2. Descriptions are passé. Brand names are cool.

In my own current YA horror series, “The Spooky Chronicles,” my main character has a tendency to hang on the first detail that comes to mind and “brands” the character with that detail until he finds out more: the Veiled Woman, the Asian-looking Lady, the Butler Guy. Even though it’s from a child’s point of view, it’s something we all do, even as a adults. As he learns more about the people (along with the reader), his description changes, adding to the initial detail until he discovers a proper name for them. I will agree, however, that if the reference here is merely about swapping the word Motorola or iPhone for the description mobile phone, it’s feels a bit lazy unless there’s a specific reason why that particular brand is important. Besides, it more fun to write “My dad’s favorite beer, the one with the patriot on the label” then just say Sam Adams.

3. Fiction is a lie.

Of course it is, but as the story goes, “I want to know how it ends.” If the story was actually was true, it’d be a documentary, right? I agree with Belmond on this, however, being the most pretentious of the five; it kind of goes without saying, so even saying is sounds pretty pompous as an excuse for anything.

4. Literary fiction equals literature (and is therefore superior to genre fiction).

For the initiated, literary fiction or “serious fiction” is said to focus “more upon style, psychological depth, and character… in comparison from genre fiction and popular fiction (i.e., paraliterature).” This is the second biggest fib in this list (mostly agreeing with the author for the second time), but it does create a good point. A well-rounded story should take all of this into consideration; there’s no rule to trade one for the other or that says both don’t work. Heavy drama benefits more from character depth than an action thriller, but they are different kinds of stories with different things that readers look for.

5. “Hey, writers are entertainers. I’m not trying to be Tolstoy.”

Of course, they aren’t. How many of them even know who Tolstoy is?

If It’s Written Too Quickly, It Can’t Be Good, Right?

To those coming down on people who can turn out the written word very quickly, don’t be too quick to judge or be jealous.
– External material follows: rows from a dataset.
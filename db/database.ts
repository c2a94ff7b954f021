import { Kysely, type Transaction } from "kysely";
import pg from "pg";
import { ConnectionLossDialect, type ConnectionLossPolicy, guardedPool, NO_RETRY } from "./connection-loss";
import type { Database } from "./schema";

/**
 * What every query function takes first: the app's instance or an open transaction, so a caller can put
 * several queries in one transaction. A function that must run inside one takes `Trx`.
 */
export type Db = Kysely<Database> | Transaction<Database>;
export type Trx = Transaction<Database>;

export const DEFAULT_DATABASE_URL = "postgres://bayproof@127.0.0.1:54320/bayproof";

/** `applicationName` names the connections in pg_stat_activity (the web server's: "bayproof-web"). */
export function createPool(connectionString: string, max = 10, applicationName?: string): pg.Pool {
  const pool = new pg.Pool({
    connectionString,
    max,
    ...(applicationName ? { application_name: applicationName } : {}),
  });
  // An idle client losing its connection (a database restart) must not take the process down;
  // the pool replaces it and the next query reports any real outage.
  pool.on("error", (error) => console.warn(`[db] idle connection lost: ${error.message}`));
  return pool;
}

export function createDb(
  connection: string | pg.Pool,
  max = 10,
  policy: ConnectionLossPolicy = NO_RETRY,
): Kysely<Database> {
  const pool = typeof connection === "string" ? createPool(connection, max) : connection;
  return new Kysely<Database>({ dialect: new ConnectionLossDialect({ pool: guardedPool(pool) }, policy) });
}
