describe("privacy", () => {
  it("carries no e-mail, handle or typed operator name; filers and owners appear as their pseudonyms", async () => {
    const text = [
      await (await get("/api/v1/bench-runs.ndjson")).text(),
      await (await get("/api/v1/bench-runs.csv")).text(),
      JSON.stringify(await json("/api/v1/rigs")),
    ].join("\n");
    expect(text).not.toMatch(/@demo\.bayproof\.test|@[a-z0-9-]+\.[a-z]{2,}/i);
    const users = await db.selectFrom("users").select(["id", "handle", "feed_pseudonym"]).execute();
    for (const u of users) expect(text).not.toContain(`"${u.handle}"`);
    const runs = await db
      .selectFrom("bench_runs")
      .select(["id", "operator", "filed_by"])
      .where("status", "=", "accepted")
      .execute();
    for (const r of runs) expect(text).not.toContain(r.operator);
    const pseudonymOf = new Map(users.map((u) => [u.id, u.feed_pseudonym]));
    const { data } = await json("/api/v1/bench-runs?limit=500");
    for (const r of data) expect(r.operator).toBe(pseudonymOf.get(runs.find((x) => x.id === r.id)!.filed_by));
  });
});

describe("HTTP", () => {
  it("sends an ETag and answers 304 when it is sent back", async () => {
    for (const path of [
      "/api/v1/bench-runs?limit=5",
      "/api/v1/rigs",
      "/api/v1/bench-protocols",
      "/api/v1/bench-figures",
    ]) {
      const first = await get(path);
      const etag = first.headers.get("etag");
      expect(etag, path).toMatch(/^"[A-Za-z0-9_-]{32}"$/);
      expect(first.headers.get("cache-control"), path).toMatch(/^public, max-age=\d+/);
      expect((await get(path, { "if-none-match": etag! })).status, path).toBe(304);
    }
  });
});

describe("the model records' declared exposure figures", () => {
  it("are published with their sources, as the catalogue holds them", async () => {
    const body = await json("/api/v1/models");
    expect(check("model-list", body)).toEqual([]);
    const row = await db
      .selectFrom("tool_models")
      .select([
        "slug",
        "vibration_ahv_ms2",
        "vibration_k_ms2",
        "vibration_iso28927_part",
        "vibration_source",
        "sound_pressure_db",
        "sound_power_db",
        "sound_power_source",
        "bit_retainer",
        "weight_with_whip_kg",
        "running_air_lps",
        "running_air_source",
      ])
      .where("vibration_ahv_ms2", "is not", null)
      .orderBy("slug")
      .executeTakeFirstOrThrow();
    expect(body.data.find((m: Model) => m.slug === row.slug)).toMatchObject(row);
    expect(body.data.filter((m: Model) => m.vibration_ahv_ms2 !== null).every((m: Model) => m.vibration_source)).toBe(
      true,
    );
  });
});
Writers on television shows often crank out between six and twenty-four episodes a year (some are even watchable!) from script to screen; why is it so hard to imagine that any writer couldn’t do the same? Here’s where we’re going with this (from my post on a thread over at Dark Media City).
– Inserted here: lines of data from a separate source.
// The stored bench figures (migration 2026-12-02T20.00), kept apart from db/schema.ts so the bench
// runs' tables and these can grow without touching each other. Recomputed by app/bench/figures.server.ts.
import type { ColumnType, Generated } from "kysely";

type Timestamp = ColumnType<Date, Date | string | undefined, Date | string>;
type Confidence = ColumnType<number, number | undefined, number>;
type Json<T> = ColumnType<T, string, string>;

export interface BenchPooledFiguresTable {
  tool_model_id: number;
  series_id: number;
  protocol_id: number;
  figure: "force" | "trigger_range";
  estimate: number;
  lower: number;
  upper: number;
  standard_error: number;
  tau2: number;
  i2: number;
  prediction_lower: number | null;
  prediction_upper: number | null;
  runs: number;
  rigs: number;
  method: string;
  confidence: Confidence;
  computed_at: Timestamp;
}

export interface BenchRigAgreementTable {
  id: Generated<number>;
  tool_model_id: number;
  source: "check_readings" | "runs";
  /** CHECK: null exactly when the source is the check-standard readings. */
  series_id: number | null;
  repeatability_sd: number;
  reproducibility_sd: number;
  between_rig_sd: number;
  grand_mean: number;
  rigs: number;
  readings: number;
  confidence: Confidence;
  computed_at: Timestamp;
}

export interface BenchRigBiasTable {
  agreement_id: number;
  rig_id: number;
  n: number;
  mean: number;
  bias: number;
  lower: number;
  upper: number;
}

export interface PressurePointRow {
  pressureKpa: number;
  force: number;
  rigId: number;
}

export interface BandPointRow {
  pressureKpa: number;
  fit: number;
  lower: number;
  upper: number;
}

export interface BenchPressureSlopesTable {
  tool_model_id: number;
  protocol_id: number;
  slope: number;
  slope_lower: number;
  slope_upper: number;
  intercept: number;
  at_kpa: number;
  predicted: number;
  predicted_lower: number;
  predicted_upper: number;
  residual_sd: number;
  n: number;
  points: Json<PressurePointRow[]>;
  band: Json<BandPointRow[]>;
  confidence: Confidence;
  computed_at: Timestamp;
}

export interface BenchJobForceTable {
  job_type_id: number;
  quantity: "peak_force_n" | "peak_torque_nm";
  intercept: number;
  slope: number;
  var_intercept: number;
  cov_intercept_slope: number;
  var_slope: number;
  ed50: number;
  ed50_lower: number | null;
  ed50_upper: number | null;
  method: "Fieller" | "delta";
  firth: boolean;
  converged: boolean;
  reports: number;
  models: number;
  force_min: number;
  force_max: number;
  confidence: Confidence;
  computed_at: Timestamp;
}

export interface BenchFiguresTables {
  bench_pooled_figures: BenchPooledFiguresTable;
  bench_rig_agreement: BenchRigAgreementTable;
  bench_rig_bias: BenchRigBiasTable;
  bench_pressure_slopes: BenchPressureSlopesTable;
  bench_job_force: BenchJobForceTable;
}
Besides the thirteen-plus years I’ve spent honing a narrative voice writing reviews as a film critic, the series I myself am working on right now was born of a tabletop role-playing game that created the seed of a larger idea. It was far-fetched overall, but having a large yet fuzzy canvas to start with, it was simpler to weed out what made no sense and distill a huge mural into a firm, focused Polaroid of an idea that lent itself to creating plot. With the main character and his world years in the making and an over-arcing story in place, writing the first book felt more freeing than like actual work: the initial draft poured out of me in a week. When I went to work on the second one, it took four days. Keep in mind that these are 7k-10k stories more the length and feel of a television show than a feature-length film.

What I think I’m trying to say is (after that ramble) that the actual writing didn’t take so long as the time it took to prepare to do it. As I continue now writing and tweaking plot outlines to help keep facts straight and ensure a comfortable flow, I can’t wait to write the next one because I LOVE having that feeling. My only other hope is to find an audience for it that appreciates my creation as much as I have creating it, but fulfillment in its realization (after all this time) is already mine.